Work instructions. An exact, complete copy of the data is all that is needed.

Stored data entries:

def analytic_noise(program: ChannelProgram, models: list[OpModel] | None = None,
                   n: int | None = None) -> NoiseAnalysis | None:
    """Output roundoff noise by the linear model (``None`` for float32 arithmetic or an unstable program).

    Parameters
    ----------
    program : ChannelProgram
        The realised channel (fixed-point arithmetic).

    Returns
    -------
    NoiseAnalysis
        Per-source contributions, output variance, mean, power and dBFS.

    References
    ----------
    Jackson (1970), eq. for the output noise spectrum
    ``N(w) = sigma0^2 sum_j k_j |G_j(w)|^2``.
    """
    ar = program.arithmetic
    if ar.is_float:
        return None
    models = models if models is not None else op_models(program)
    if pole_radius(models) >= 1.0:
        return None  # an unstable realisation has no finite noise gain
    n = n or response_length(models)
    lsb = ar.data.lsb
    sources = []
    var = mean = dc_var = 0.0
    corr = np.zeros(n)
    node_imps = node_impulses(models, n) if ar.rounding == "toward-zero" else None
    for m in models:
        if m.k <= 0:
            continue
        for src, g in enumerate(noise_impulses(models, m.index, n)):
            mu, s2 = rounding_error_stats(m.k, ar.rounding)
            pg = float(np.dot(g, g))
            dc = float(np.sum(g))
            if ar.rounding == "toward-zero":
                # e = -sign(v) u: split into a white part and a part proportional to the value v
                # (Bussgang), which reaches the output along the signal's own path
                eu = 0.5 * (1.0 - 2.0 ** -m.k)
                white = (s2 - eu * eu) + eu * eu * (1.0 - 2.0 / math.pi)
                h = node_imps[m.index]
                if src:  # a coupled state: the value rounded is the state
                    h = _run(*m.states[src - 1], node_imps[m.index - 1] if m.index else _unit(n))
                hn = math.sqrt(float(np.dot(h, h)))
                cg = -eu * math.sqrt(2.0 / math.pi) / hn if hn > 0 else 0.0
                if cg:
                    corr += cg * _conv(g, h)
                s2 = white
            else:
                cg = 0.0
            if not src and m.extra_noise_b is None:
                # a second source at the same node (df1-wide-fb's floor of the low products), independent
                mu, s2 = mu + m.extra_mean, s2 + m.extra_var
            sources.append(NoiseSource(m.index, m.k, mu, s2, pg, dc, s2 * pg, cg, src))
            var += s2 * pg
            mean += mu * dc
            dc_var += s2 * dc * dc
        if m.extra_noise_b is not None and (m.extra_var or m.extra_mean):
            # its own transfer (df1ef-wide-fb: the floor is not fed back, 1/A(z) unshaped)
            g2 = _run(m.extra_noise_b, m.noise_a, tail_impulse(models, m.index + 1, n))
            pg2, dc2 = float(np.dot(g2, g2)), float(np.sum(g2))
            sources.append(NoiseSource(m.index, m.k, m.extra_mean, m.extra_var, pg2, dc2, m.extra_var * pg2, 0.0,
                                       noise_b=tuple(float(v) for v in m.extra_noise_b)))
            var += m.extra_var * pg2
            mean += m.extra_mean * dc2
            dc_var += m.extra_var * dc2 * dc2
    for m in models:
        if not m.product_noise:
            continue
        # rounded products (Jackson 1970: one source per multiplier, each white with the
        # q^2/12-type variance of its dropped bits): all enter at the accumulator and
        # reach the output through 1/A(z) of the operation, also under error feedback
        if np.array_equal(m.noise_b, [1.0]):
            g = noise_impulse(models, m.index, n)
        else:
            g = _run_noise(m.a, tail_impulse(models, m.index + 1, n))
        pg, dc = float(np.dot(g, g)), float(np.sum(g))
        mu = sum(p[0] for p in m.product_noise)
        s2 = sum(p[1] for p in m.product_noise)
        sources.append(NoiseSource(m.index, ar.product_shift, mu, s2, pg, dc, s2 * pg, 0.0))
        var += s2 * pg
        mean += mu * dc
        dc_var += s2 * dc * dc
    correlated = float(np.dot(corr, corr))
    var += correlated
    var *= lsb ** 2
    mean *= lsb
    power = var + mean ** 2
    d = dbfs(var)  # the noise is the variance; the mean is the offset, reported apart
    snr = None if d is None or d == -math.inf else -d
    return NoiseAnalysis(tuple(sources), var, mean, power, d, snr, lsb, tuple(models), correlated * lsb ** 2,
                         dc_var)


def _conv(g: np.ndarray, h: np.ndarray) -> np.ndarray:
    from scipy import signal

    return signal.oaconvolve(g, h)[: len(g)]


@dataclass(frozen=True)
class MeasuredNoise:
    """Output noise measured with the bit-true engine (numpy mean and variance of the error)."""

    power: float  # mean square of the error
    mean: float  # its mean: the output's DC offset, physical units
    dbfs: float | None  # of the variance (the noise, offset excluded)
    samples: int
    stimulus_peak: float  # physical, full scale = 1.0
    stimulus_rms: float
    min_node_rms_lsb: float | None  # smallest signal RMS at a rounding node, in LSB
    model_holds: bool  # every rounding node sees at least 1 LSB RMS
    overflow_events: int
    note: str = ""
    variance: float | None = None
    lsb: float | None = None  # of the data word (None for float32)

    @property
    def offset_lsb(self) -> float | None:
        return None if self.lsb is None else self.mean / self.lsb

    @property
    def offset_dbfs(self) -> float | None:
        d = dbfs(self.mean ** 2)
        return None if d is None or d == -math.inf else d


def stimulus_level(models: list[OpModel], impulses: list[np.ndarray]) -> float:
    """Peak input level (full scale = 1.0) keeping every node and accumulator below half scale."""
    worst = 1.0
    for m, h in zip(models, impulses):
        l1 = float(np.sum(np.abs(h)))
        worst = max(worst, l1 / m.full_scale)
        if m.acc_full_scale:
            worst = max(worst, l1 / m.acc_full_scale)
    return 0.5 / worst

Exercise response.
def analytic_noise(program: ChannelProgram, models: list[OpModel] | None = None,
                   n: int | None = None) -> NoiseAnalysis | None:
    """Output roundoff noise by the linear model (``None`` for float32 arithmetic or an unstable program).

    Parameters
    ----------
    program : ChannelProgram
        The realised channel (fixed-point arithmetic).

    Returns
    -------
    NoiseAnalysis
        Per-source contributions, output variance, mean, power and dBFS.

    References
    ----------
    Jackson (1970), eq. for the output noise spectrum
    ``N(w) = sigma0^2 sum_j k_j |G_j(w)|^2``.
    """
    ar = program.arithmetic
    if ar.is_float:
        return None
    models = models if models is not None else op_models(program)
    if pole_radius(models) >= 1.0:
        return None  # an unstable realisation has no finite noise gain
    n = n or response_length(models)
    lsb = ar.data.lsb
    sources = []
    var = mean = dc_var = 0.0
    corr = np.zeros(n)
    node_imps = node_impulses(models, n) if ar.rounding == "toward-zero" else None
    for m in models:
        if m.k <= 0:
            continue
        for src, g in enumerate(noise_impulses(models, m.index, n)):
            mu, s2 = rounding_error_stats(m.k, ar.rounding)
            pg = float(np.dot(g, g))
            dc = float(np.sum(g))
            if ar.rounding == "toward-zero":
                # e = -sign(v) u: split into a white part and a part proportional to the value v
                # (Bussgang), which reaches the output along the signal's own path
                eu = 0.5 * (1.0 - 2.0 ** -m.k)
                white = (s2 - eu * eu) + eu * eu * (1.0 - 2.0 / math.pi)
                h = node_imps[m.index]
                if src:  # a coupled state: the value rounded is the state
                    h = _run(*m.states[src - 1], node_imps[m.index - 1] if m.index else _unit(n))
                hn = math.sqrt(float(np.dot(h, h)))
                cg = -eu * math.sqrt(2.0 / math.pi) / hn if hn > 0 else 0.0
                if cg:
                    corr += cg * _conv(g, h)
                s2 = white
            else:
                cg = 0.0
            if not src and m.extra_noise_b is None:
                # a second source at the same node (df1-wide-fb's floor of the low products), independent
                mu, s2 = mu + m.extra_mean, s2 + m.extra_var
            sources.append(NoiseSource(m.index, m.k, mu, s2, pg, dc, s2 * pg, cg, src))
            var += s2 * pg
            mean += mu * dc
            dc_var += s2 * dc * dc
        if m.extra_noise_b is not None and (m.extra_var or m.extra_mean):
            # its own transfer (df1ef-wide-fb: the floor is not fed back, 1/A(z) unshaped)
            g2 = _run(m.extra_noise_b, m.noise_a, tail_impulse(models, m.index + 1, n))
            pg2, dc2 = float(np.dot(g2, g2)), float(np.sum(g2))
            sources.append(NoiseSource(m.index, m.k, m.extra_mean, m.extra_var, pg2, dc2, m.extra_var * pg2, 0.0,
                                       noise_b=tuple(float(v) for v in m.extra_noise_b)))
            var += m.extra_var * pg2
            mean += m.extra_mean * dc2
            dc_var += m.extra_var * dc2 * dc2
    for m in models:
        if not m.product_noise:
            continue
        # rounded products (Jackson 1970: one source per multiplier, each white with the
        # q^2/12-type variance of its dropped bits): all enter at the accumulator and
        # reach the output through 1/A(z) of the operation, also under error feedback
        if np.array_equal(m.noise_b, [1.0]):
            g = noise_impulse(models, m.index, n)
        else:
            g = _run_noise(m.a, tail_impulse(models, m.index + 1, n))
        pg, dc = float(np.dot(g, g)), float(np.sum(g))
        mu = sum(p[0] for p in m.product_noise)
        s2 = sum(p[1] for p in m.product_noise)
        sources.append(NoiseSource(m.index, ar.product_shift, mu, s2, pg, dc, s2 * pg, 0.0))
        var += s2 * pg
        mean += mu * dc
        dc_var += s2 * dc * dc
    correlated = float(np.dot(corr, corr))
    var += correlated
    var *= lsb ** 2
    mean *= lsb
    power = var + mean ** 2
    d = dbfs(var)  # the noise is the variance; the mean is the offset, reported apart
    snr = None if d is None or d == -math.inf else -d
    return NoiseAnalysis(tuple(sources), var, mean, power, d, snr, lsb, tuple(models), correlated * lsb ** 2,
                         dc_var)


def _conv(g: np.ndarray, h: np.ndarray) -> np.ndarray:
    from scipy import signal

    return signal.oaconvolve(g, h)[: len(g)]


@dataclass(frozen=True)
class MeasuredNoise:
    """Output noise measured with the bit-true engine (numpy mean and variance of the error)."""

    power: float  # mean square of the error
    mean: float  # its mean: the output's DC offset, physical units
    dbfs: float | None  # of the variance (the noise, offset excluded)
    samples: int
    stimulus_peak: float  # physical, full scale = 1.0
    stimulus_rms: float
    min_node_rms_lsb: float | None  # smallest signal RMS at a rounding node, in LSB
    model_holds: bool  # every rounding node sees at least 1 LSB RMS
    overflow_events: int
    note: str = ""
    variance: float | None = None
    lsb: float | None = None  # of the data word (None for float32)

    @property
    def offset_lsb(self) -> float | None:
        return None if self.lsb is None else self.mean / self.lsb

    @property
    def offset_dbfs(self) -> float | None:
        d = dbfs(self.mean ** 2)
        return None if d is None or d == -math.inf else d


def stimulus_level(models: list[OpModel], impulses: list[np.ndarray]) -> float:
    """Peak input level (full scale = 1.0) keeping every node and accumulator below half scale."""
    worst = 1.0
    for m, h in zip(models, impulses):
        l1 = float(np.sum(np.abs(h)))
        worst = max(worst, l1 / m.full_scale)
        if m.acc_full_scale:
            worst = max(worst, l1 / m.acc_full_scale)
    return 0.5 / worst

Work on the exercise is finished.